One more observation looking at JMX monitoring. Write latency on one host (apdb-server-2) is again higher than all other hosts:
System load is also higher on the same host:
Not clear what is going on, I suspect that one of the nodes is elected as some sort of coordinator, maybe it is related to that. Will try to look at Cassandra logs to see if there is anything interesting there.
I looked at the logs and additional JMX metrics but there is no smoking gun. I believe all clients are connected to every server so there should not be a single coordinating server.
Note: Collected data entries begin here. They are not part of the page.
// Images made small for searches: levels, tiles, seams.
#include "model/search_image.h"

#include <catch2/catch.hpp>
#include <limits>
#include <numeric>

using namespace stillfield;

TEST_CASE("an image that is small already keeps its levels and pixels") {
  Volume<float> image({5, 3});
  for (int x = 0; x < 5; ++x) image.at(x, 1) = static_cast<float>(100 + x);
  image.at(2, 2) = std::numeric_limits<float>::quiet_NaN();
  const GreyLevels grey = make_grey_levels(image.view()), small = make_search_image(grey);
  CHECK(small.levels == grey.levels);
  CHECK(small.origin == grey.origin);
  CHECK(small.histogram == grey.histogram);
  CHECK(small.observed == 14);
  for (int y = 0; y < 3; ++y) {
    for (int x = 0; x < 5; ++x) CHECK(small.level.at(x, y) == grey.level.at(x, y));
  }
}

TEST_CASE("many levels become few, and every pixel keeps its value but for rounding") {
  Volume<float> image({100, 100});
  for (int i = 0; i < 10000; ++i) image.at(i % 100, i / 100) = 0.001f * static_cast<float>(i);
  const GreyLevels grey = make_grey_levels(image.view()), small = make_search_image(grey);
  CHECK(small.levels == kSearchLevels);
  CHECK(std::accumulate(small.histogram.begin(), small.histogram.end(), std::int64_t{0}) == 10000);
  for (int i = 0; i < 10000; i += 37) {
    CHECK(small.value(small.level.at(i % 100, i / 100)) ==
          Approx(0.001 * i).margin(0.5001 * small.step + grey.step));
  }
}

TEST_CASE("a few far values do not coarsen the others") {
  Volume<float> image({200, 100});
  for (int i = 0; i < 20000; ++i) image.at(i % 200, i / 200) = static_cast<float>(i % 2000);
  image.at(7, 7) = 60000.0f;
  const GreyLevels small = make_search_image(make_grey_levels(image.view()));
  CHECK(small.step < 2.0 * 2000 / kSearchLevels * 1.01);
  CHECK(small.level.at(7, 7) == kSearchLevels - 1);
}

TEST_CASE("a large image becomes tiles from all over it, with missing pixels at the seams") {
  const int width = 3000, height = 500;
  Volume<float> image({width, height});
  for (int y = 0; y < height; ++y) {
    for (int x = 0; x < width; ++x) image.at(x, y) = static_cast<float>(x / 12);
  }
  const GreyLevels small = make_search_image(make_grey_levels(image.view()));
  CHECK(small.level.width() == kSearchTiles * kSearchTile + kSearchTiles - 1);
  CHECK(small.level.height() == height);
  CHECK(small.level.at(kSearchTile, 3) == small.missing());
  CHECK(small.value(small.level.at(0, 3)) == 0.0);
  CHECK(small.value(small.level.at(small.level.width() - 1, 3)) == (width - 1) / 12);
  CHECK(small.observed == std::int64_t{kSearchTiles * kSearchTile} * height);
}
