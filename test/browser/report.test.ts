/** The report's page in a real browser: on a wide and a narrow screen, light and dark, and on paper. */
import { readFileSync } from "node:fs";
import type { AxeResults } from "axe-core";
import type { Browser } from "playwright-core";
import type { Finding } from "../../src/audit/finding";
import { htmlReport } from "../../src/cli/report-html";
import { launchBrowser, watch } from "../support/browser";

const PATIENCE = 600_000; // milliseconds: for machines that must first install a browser, or are slow
const axe = readFileSync(require.resolve("axe-core/axe.min.js"), "utf8");

const finding = (cell: string, rows: number): Finding => ({
  sheet: "Weaving shed, upper floor",
  cell,
  quantity: "absolute-transmissibility",
  verdict: "differs",
  mistake: "numerator-damping-missing",
  relation: "T = SQRT((1+(2*zeta*r)^2)/((1-r^2)^2+(2*zeta*r)^2))",
  evidence:
    "absolute transmissibility by the relation above; A5 = frequency ratio; agrees with the slip at 6 of 6 points",
  maxRelativeError: 0.486,
  worstCell: "E24",
  suggestion: "PLINTH.ABSTRANS(excitation frequency, natural frequency, damping ratio)",
  message: "Without (2ζr)² in the numerator this is the magnification of a driven mass.",
  formula: `1/SQRT((1-(A5/B5)^2)^2+(2*C5*A5/B5)^2)+${"0*A5+".repeat(40)}0`,
  comparison: Array.from({ length: rows }, (_, i) => ({
    cell: `E${5 + i}`,
    hand: 1 / (1 + i * i),
    right: 1 / (1 + i),
  })),
  role: "T",
});
const agrees: Finding = { ...finding("F5:F24", 0), verdict: "agrees", mistake: null, maxRelativeError: 0 };
const open: Finding = { ...agrees, cell: "G5:G24", verdict: "unrecognised", quantity: null, relation: null };
const page = htmlReport({
  books: {
    "a name as long as engineers give to their files, revision 12, final.xlsx": [finding("E5:E24", 20), agrees, open],
  },
  date: new Date("2031-05-06T12:00:00Z"),
  version: "9.8.7",
});

let browser: Browser;
beforeAll(async () => {
  browser = await launchBrowser();
}, PATIENCE);
afterAll(() => browser?.close());

const views = [
  ["wide and light", 1200, "light"],
  ["wide and dark", 1200, "dark"],
  ["320 pixels wide", 320, "light"],
] as const;

test.each(views)(
  "the page %s shows everything, asks nothing of the network, and can be read by everyone",
  async (_, width, colorScheme) => {
    const context = await browser.newContext({ viewport: { width, height: 900 }, colorScheme, bypassCSP: true });
    const tab = await context.newPage();
    const seen = watch(tab);
    await tab.setContent(page);
    expect(await tab.evaluate("document.documentElement.scrollWidth")).toBeLessThanOrEqual(width);
    expect(await tab.evaluate("document.querySelector('math').getBoundingClientRect().height")).toBeGreaterThan(20);
    await tab.evaluate(axe);
    const { violations } = (await tab.evaluate("axe.run()")) as AxeResults;
    expect(violations.map(({ id, nodes }) => `${id}: ${nodes[0]!.html.slice(0, 90)}`)).toEqual([]);
    expect(seen).toEqual({ requests: [], errors: [] });
    await context.close();
  },
  PATIENCE,
);

test(
  "on paper the page is dark on white whatever the screen prefers",
  async () => {
    const context = await browser.newContext({ colorScheme: "dark" });
    const tab = await context.newPage();
    await tab.setContent(page);
    await tab.emulateMedia({ media: "print" });
    expect(await tab.evaluate("getComputedStyle(document.body).backgroundColor")).toBe("rgb(255, 255, 255)");
    expect(await tab.evaluate("getComputedStyle(document.body).color")).toBe("rgb(0, 0, 0)");
    expect((await tab.pdf({ format: "A4" })).subarray(0, 5).toString()).toBe("%PDF-");
    await context.close();
  },
  PATIENCE,
);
I'll try to see what happens in the next round of tests maybe there is something that I can see on the live system.
Closing this ticket for now, moving to the next test.
OK, here it goes:
$ nodetool status
Datacenter: datacenter1
=======================
Status=Up/Down
|/ State=Normal/Leaving/Joining/Moving
-- Address Load Tokens Owns (effective) Host ID Rack
UN 10.128.0.116 553.12 KiB 256 ? 9dea29d2-81e1-47f7-b090-790273382b5f rack1
UN 10.128.0.114 437.55 KiB 256 ? dc3c9e53-b336-4cde-9a68-0c1ecc92aa18 rack1
UN 10.128.0.115 80.01 MiB 256 ? 36ddf99b-742a-48d4-a1b7-e82c8140d189 rack1
UN 10.128.0.110 304.19 KiB 256 ? ba56d50c-eb46-407b-9a9f-45452a11550b rack1
UN 10.128.0.34 382.9 KiB 256 ? 5b298a67-c59b-4b3c-8e9a-00263e14d0a6 rack1
UN 10.128.0.30 232.81 KiB 256 ? e0be23ed-2516-45c5-88c5-bbdf9ffe9481 rack1
Started short run with 1k visits, no problems so far after 50 visits.